## What is expected
The line with "static size_t point(const char *name)", the line with "p.code[HS_CODE_ALARM_BITS] = 0x0009;", and all lines between them in the material below: return these exactly, and no others.
(Dataset excerpts Opens)
/* The SCADA map: pond-state document -> values -> register block, the
 * scaled int16 copies, the register image's bounds, and the allow-list.
 * Floats are checked through libmodbus 3.1.6's getters, which are correct
 * (only its setters are wrong), as an independent decoder: modbus_get_float_abcd
 * reads high word first (our "big"), modbus_get_float_cdab low word first. */
#include <math.h>
#include <setjmp.h>
#include <stdarg.h>
#include <stddef.h>
#include <stdint.h>
#include <string.h>
#include <cmocka.h>
#include <arpa/inet.h>
#include <modbus.h>

#include "conf_file.h"
#include "hp_netacl.h"
#include "hs_mb_image.h"
#include "hs_scada_map.h"

static size_t point(const char *name)
{
    for (size_t k = 0; k < hs_scada_pond_n_points; k++)
        if (strcmp(hs_scada_pond_points[k].name, name) == 0)
            return k;
    fail_msg("no point %s", name);
    return 0;
}

static json_t *doc(void)
{
    return json_pack("{s:f, s:f, s:f, s:s, s:s, s:s, s:s, s:n, s:s}", "density_kg_m3", 1213.25,
                     "baume", 25.125, "specific_gravity", 1.2119, "stage", "halite",
                     "next_stage", "magnesium-sulfate", "quality", "uncertain", "method",
                     "densitometer", "volume_m3", "time", "2026-03-01T12:00:05.250Z");
}

static void document_to_block(void **state)
{
    (void)state;
    json_t *d = doc();
    hs_scada_pond p;
    hs_scada_pond_clear(&p);
    p.code[HS_CODE_ALARM_BITS] = 0x0009; /* kept across a new document */
    hs_scada_pond_from_doc(&p, d);
    json_decref(d);
    assert_int_equal(p.code[HS_CODE_ALARM_BITS], 0x0009);
    assert_int_equal(p.code[HS_CODE_STAGE], 4);      /* halite */
    assert_int_equal(p.code[HS_CODE_NEXT_STAGE], 5); /* magnesium-sulfate */
    assert_int_equal(p.code[HS_CODE_QUALITY], 1);
    assert_int_not_equal(p.code[HS_CODE_METHOD], 0);
    assert_int_equal(p.time_s, 1772366405u); /* date -u -d 2026-03-01T12:00:05 +%s */
    assert_true(isnan(p.number[point("volume_m3")])); /* null -> unknown */

    uint16_t big[HS_MAP_POND_SIZE], little[HS_MAP_POND_SIZE];
    hs_mb_pond_block(&p, HP_ORDER_BIG, big);
    hs_mb_pond_block(&p, HP_ORDER_LITTLE, little);
    size_t k = point("density_kg_m3");
    assert_float_equal(modbus_get_float_abcd(big + 2 * k), 1213.25, 0);
    assert_float_equal(modbus_get_float_cdab(little + 2 * k), 1213.25, 0);
    k = point("baume");
    assert_float_equal(modbus_get_float_abcd(big + 2 * k), 25.125, 0);
    assert_int_equal((int16_t)big[HS_MAP_INT16_OFFSET + k], 2512); /* 2512.5: half to even */
    k = point("volume_m3");
    assert_true(isnan(modbus_get_float_abcd(big + 2 * k)));
    assert_int_equal((int16_t)big[HS_MAP_INT16_OFFSET + k], HS_MAP_INT16_UNKNOWN);
    assert_int_equal(big[HS_MAP_CODE_OFFSET + HS_CODE_STAGE], 4);
    /* uint32 time: high word first in big, low word first in little */
    assert_int_equal(big[HS_MAP_CODE_OFFSET + HS_CODE_TIME_HI], 1772366405u >> 16);
    assert_int_equal(little[HS_MAP_CODE_OFFSET + HS_CODE_TIME_HI], 1772366405u & 0xFFFF);
}

static void scaled_copies_saturate(void **state)
{
    (void)state;
    assert_int_equal(hs_scada_scaled(1e9, 1), 32767);
    assert_int_equal(hs_scada_scaled(-1e9, 1), -32767);
    assert_int_equal(hs_scada_scaled(NAN, 10), HS_MAP_INT16_UNKNOWN);
    assert_int_equal(hs_scada_scaled(-1.25, 10), -12); /* round half to even */
    assert_int_equal(hs_scada_scaled(1213.26, 10), 12133);
}

static void codes(void **state)
{
    (void)state;
    assert_int_equal(hs_scada_stage_code("seawater"), 1);
    assert_int_equal(hs_scada_stage_code("bischofite"), 7);
    assert_int_equal(hs_scada_stage_code("lava"), 0);
    assert_int_equal(hs_scada_stage_code(NULL), 0);
    assert_int_equal(hs_scada_quality_code("good"), 0);
    assert_int_equal(hs_scada_quality_code("bad"), 3);
    assert_int_equal(hs_scada_quality_code("???"), 3);
}

static void image_bounds_and_site_block(void **state)
{
    (void)state;
    hs_mb_image *im = hs_mb_image_new(3, 2, HP_ORDER_BIG);
    assert_non_null(im);
    uint16_t regs[125];
    assert_int_equal(hs_mb_image_read(im, 0, 12, regs), 0);
    assert_int_equal(regs[0], HS_MAP_VERSION);
    assert_int_equal(regs[2], 3);
    assert_int_equal(regs[3], 2);
    assert_float_equal(modbus_get_float_abcd(regs + 10), 1234.5, 0);
    assert_int_equal(hs_mb_image_read(im, 100, 2, regs), 0);
    assert_int_equal(regs[0], 0xFFFF); /* no advice yet */
    /* last pond's block ends at 1000 + 3 * 100 */
    assert_int_equal(hs_mb_image_read(im, 1200, 100, regs), 0);
    assert_int_equal(hs_mb_image_read(im, 1201, 100, regs), 2);
    hs_mb_image_beat(im, 1000);
    hs_mb_image_beat(im, 1001);
    assert_int_equal(hs_mb_image_read(im, 4, 4, regs), 0);
    assert_int_equal(regs[1], 2);
    assert_int_equal(regs[3], 1001);
    hs_scada_transfer t = {.advice = 1, .pump_on = 1, .reasons = 0x10200};
    hs_mb_image_transfer(im, 1, &t);
    assert_int_equal(hs_mb_image_read(im, 108, 4, regs), 0);
    assert_int_equal(regs[0], 1);
    assert_int_equal(regs[1], 1);
    assert_int_equal(regs[2], 0x0001);
    assert_int_equal(regs[3], 0x0200);
    hs_mb_image_free(im);
    assert_null(hs_mb_image_new(HS_MAP_POND_MAX + 1, 0, HP_ORDER_BIG));
}

static struct sockaddr_in v4(const char *a)
{
    struct sockaddr_in s = {.sin_family = AF_INET};
    inet_pton(AF_INET, a, &s.sin_addr);
    return s;
}

static void allow_list(void **state)
{
    (void)state;
    hp_acl acl;
    char err[160];
    assert_int_equal(hp_acl_parse("127.0.0.1, 10.20.0.0/16 fd00::/8", &acl, err, sizeof err), 0);
    assert_int_equal(acl.n, 3);
    struct sockaddr_in a = v4("10.20.255.1"), b = v4("10.21.0.1"), c = v4("127.0.0.1");
    assert_true(hp_acl_allows(&acl, (struct sockaddr *)&a));
    assert_false(hp_acl_allows(&acl, (struct sockaddr *)&b));
    assert_true(hp_acl_allows(&acl, (struct sockaddr *)&c));
    struct sockaddr_in6 m = {.sin6_family = AF_INET6};
    inet_pton(AF_INET6, "::ffff:10.20.3.4", &m.sin6_addr); /* IPv4 on an IPv6 socket */
    assert_true(hp_acl_allows(&acl, (struct sockaddr *)&m));
    inet_pton(AF_INET6, "fd12::1", &m.sin6_addr);
    assert_true(hp_acl_allows(&acl, (struct sockaddr *)&m));
    inet_pton(AF_INET6, "fe80::1", &m.sin6_addr);
    assert_false(hp_acl_allows(&acl, (struct sockaddr *)&m));
    assert_int_equal(hp_acl_parse("", &acl, err, sizeof err), 0);
    assert_true(hp_acl_allows(&acl, (struct sockaddr *)&b)); /* empty: everyone */
    assert_int_equal(hp_acl_parse("10.0.0.0/33", &acl, err, sizeof err), -1);
    assert_non_null(strstr(err, "prefix"));
    assert_int_equal(hp_acl_parse("gateway.local", &acl, err, sizeof err), -1);
    struct sockaddr_storage ss;
    socklen_t len;
    assert_int_equal(hp_listen_parse("[::1]:1502", &ss, &len, err, sizeof err), 0);
    assert_int_equal(ss.ss_family, AF_INET6);
    assert_int_equal(hp_listen_parse("127.0.0.1:0", &ss, &len, err, sizeof err), -1);
    assert_int_equal(hp_listen_parse("::1:1502", &ss, &len, err, sizeof err), -1);
}

/* The two sections' own checks, each naming the file and line. */
static void config_errors(void **state)
{
    (void)state;
    conf_dir cd;
    assert_int_equal(conf_dir_make(&cd, "scada"), 0);
    conf_expect_error(&cd, CONF_BASE_TWO_PONDS "[modbus_server]\nlisten = 0.0.0.0\n", 37,
                      "listen: '0.0.0.0': expected ADDRESS:PORT");
    conf_expect_error(&cd, CONF_BASE_TWO_PONDS "[modbus_server]\nlisten = plc.local:1502\n", 37,
                      "must be numeric");
    conf_expect_error(&cd,
                      CONF_BASE_TWO_PONDS "[modbus_server]\nlisten = 127.0.0.1:1502\n"
                                          "allow = 10.0.0.0/40\n",
                      38, "allow: '10.0.0.0/40': prefix length out of range");
    conf_expect_error(&cd, CONF_BASE_TWO_PONDS "[modbus_server]\nlisten = 127.0.0.1:1502\n"
                                               "word_order = middle\n", 38, "word_order");
    conf_expect_error(&cd, CONF_BASE_TWO_PONDS "[sparkplug]\ngroup_id = g\nedge_node_id = e\n",
                      36, "[sparkplug] needs the [mqtt] section");
    conf_expect_error(&cd,
                      CONF_BASE_TWO_PONDS "[mqtt]\nuri = mqtt://127.0.0.1:1883\n"
                                          "[sparkplug]\ngroup_id = g/h\nedge_node_id = e\n",
                      39, "group_id: 'g/h' must be one topic level");
    conf_expect_error(&cd,
                      CONF_BASE_TWO_PONDS "[mqtt]\nuri = mqtt://127.0.0.1:1883\nclient_id = gw\n"
                                          "[sparkplug]\ngroup_id = g\nedge_node_id = e\n"
                                          "client_id = gw\n",
                      42, "client_id: must differ");
    conf_dir_remove(&cd, NULL);
}

int main(void)
{
    const struct CMUnitTest tests[] = {
        cmocka_unit_test(document_to_block),
        cmocka_unit_test(scaled_copies_saturate),
        cmocka_unit_test(codes),
        cmocka_unit_test(image_bounds_and_site_block),
        cmocka_unit_test(allow_list),
        cmocka_unit_test(config_errors),
    };
    return cmocka_run_group_tests(tests, NULL, NULL);
}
(Dataset excerpts Closes)
## Worked solution
static size_t point(const char *name)
{
    for (size_t k = 0; k < hs_scada_pond_n_points; k++)
        if (strcmp(hs_scada_pond_points[k].name, name) == 0)
            return k;
    fail_msg("no point %s", name);
    return 0;
}

static json_t *doc(void)
{
    return json_pack("{s:f, s:f, s:f, s:s, s:s, s:s, s:s, s:n, s:s}", "density_kg_m3", 1213.25,
                     "baume", 25.125, "specific_gravity", 1.2119, "stage", "halite",
                     "next_stage", "magnesium-sulfate", "quality", "uncertain", "method",
                     "densitometer", "volume_m3", "time", "2026-03-01T12:00:05.250Z");
}

static void document_to_block(void **state)
{
    (void)state;
    json_t *d = doc();
    hs_scada_pond p;
    hs_scada_pond_clear(&p);
    p.code[HS_CODE_ALARM_BITS] = 0x0009; /* kept across a new document */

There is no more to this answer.